Heating one furnace requires a large amount of coal and diesel fuel, extremely high temperatures make working conditions difficult, and in addition, a huge amount of emissions are released into the atmosphere, which affects the environmental situation of the country.
In Massachusetts, a group of students from one of the universities proposed an alternative option to brick manufacturers - the creation of eco-friendly bricks.
Eco BLAC bricks do not need to be fired and are produced using waste ash from waste boilers.
In the production of ordinary clay bricks, a firing method is used at a temperature of 1000ºС.
Graduate student Michael Laracy, one of the project's developers, noted that kilns require enormous energy inputs, and in addition, the topsoil used to make such bricks depletes land resources.
To produce eco-friendly bricks, students took waste from paper mills (ash), mixed it with sodium hydroxide, lime, and clay. High temperatures are not required to produce new bricks, the entire process occurs using the "alkaline activation" method, due to which the eco-brick acquires high strength.
The process for creating eco-bricks was developed at the Massachusetts Institute of Technology. The production of Eco BLAC bricks is part of a larger project that aims to develop building materials that will be produced with minimal emissions and will be used to build low-cost housing in slum areas.
According to preliminary estimates, the population of India will reach 1.5 million people in 30-35 years, which will lead to an increase in demand for housing and the need for inexpensive building materials.
The University of Massachusetts project aims to solve two problems: recycling industrial waste and producing inexpensive construction materials.
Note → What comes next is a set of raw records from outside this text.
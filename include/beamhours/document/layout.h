/* layout.h - items and keys put in, taken out and moved in the bytes of a document. */
#ifndef BH_DOCUMENT_LAYOUT_H
#define BH_DOCUMENT_LAYOUT_H

#include <stdbool.h>
#include <stddef.h>

#include "beamhours/base/text.h"
#include "beamhours/document/pieces.h"

/* A list or mapping in a text, with its pieces (as many as it has items). */
typedef struct {
    bh_bytes text;
    const bh_node *around;
    const bh_piece *pieces;
} bh_layout;

/* What is put in: an item or `key: value` without comma or dash, or such a piece with them. */
typedef struct {
    const char *bytes;
    size_t length;      /* [bytes] */
    const char *tail;   /* within brackets: the comment behind its comma; may be NULL */
    size_t tail_length; /* [bytes] */
    bool dashed;        /* begins with its own dash or comments already */
} bh_unit;

/* Each appends the whole new text to `into`; false where it cannot be done without losing a comment
 * or understanding the layout.  `place` and `to` count from 0; `place` may be the count. */
bool bh_layout_insert(const bh_layout *layout, size_t place, const bh_unit *unit, bh_text *into);
bool bh_layout_remove(const bh_layout *layout, size_t place, bh_text *into);
bool bh_layout_move(const bh_layout *layout, size_t place, size_t to, bh_text *into);

#endif
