/* keys.h - the arrays that a list or mapping keeps its nodes in. */
#ifndef BH_DOCUMENT_KEYS_H
#define BH_DOCUMENT_KEYS_H

#include <stdbool.h>
#include <stddef.h>

#include "beamhours/base/arena.h"
#include "beamhours/document/node.h"

/* Gives `node` what was read in it: the items of a list, or keys and values of a mapping in turn.
 * Returns false, and leaves the node as it was, when there is no memory. */
bool bh_node_fill(bh_arena *arena, bh_node *node, bh_node *const *read, size_t count);

/* Sorts keys by their text, equal ones as they stand in the file. */
void bh_keys_sort(bh_node **keys, size_t count);

#endif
Michael Larency, a civil engineer by profession, noted that eco-brick is currently being tested in one of the towns near the capital of India. Such a product is cheaper than the usual one, but it must also prove its strength and durability.
So far, so good, and the team is hoping the brick factory will be located close to the paper mill to reduce ash transportation costs.
If the eco-brick line is put into mass production, it will have an impact on the environmental situation in India, and in addition, industrial safety will be improved, since there will be no depletion of land resources, and farmers will not be deprived of soil for growing their products.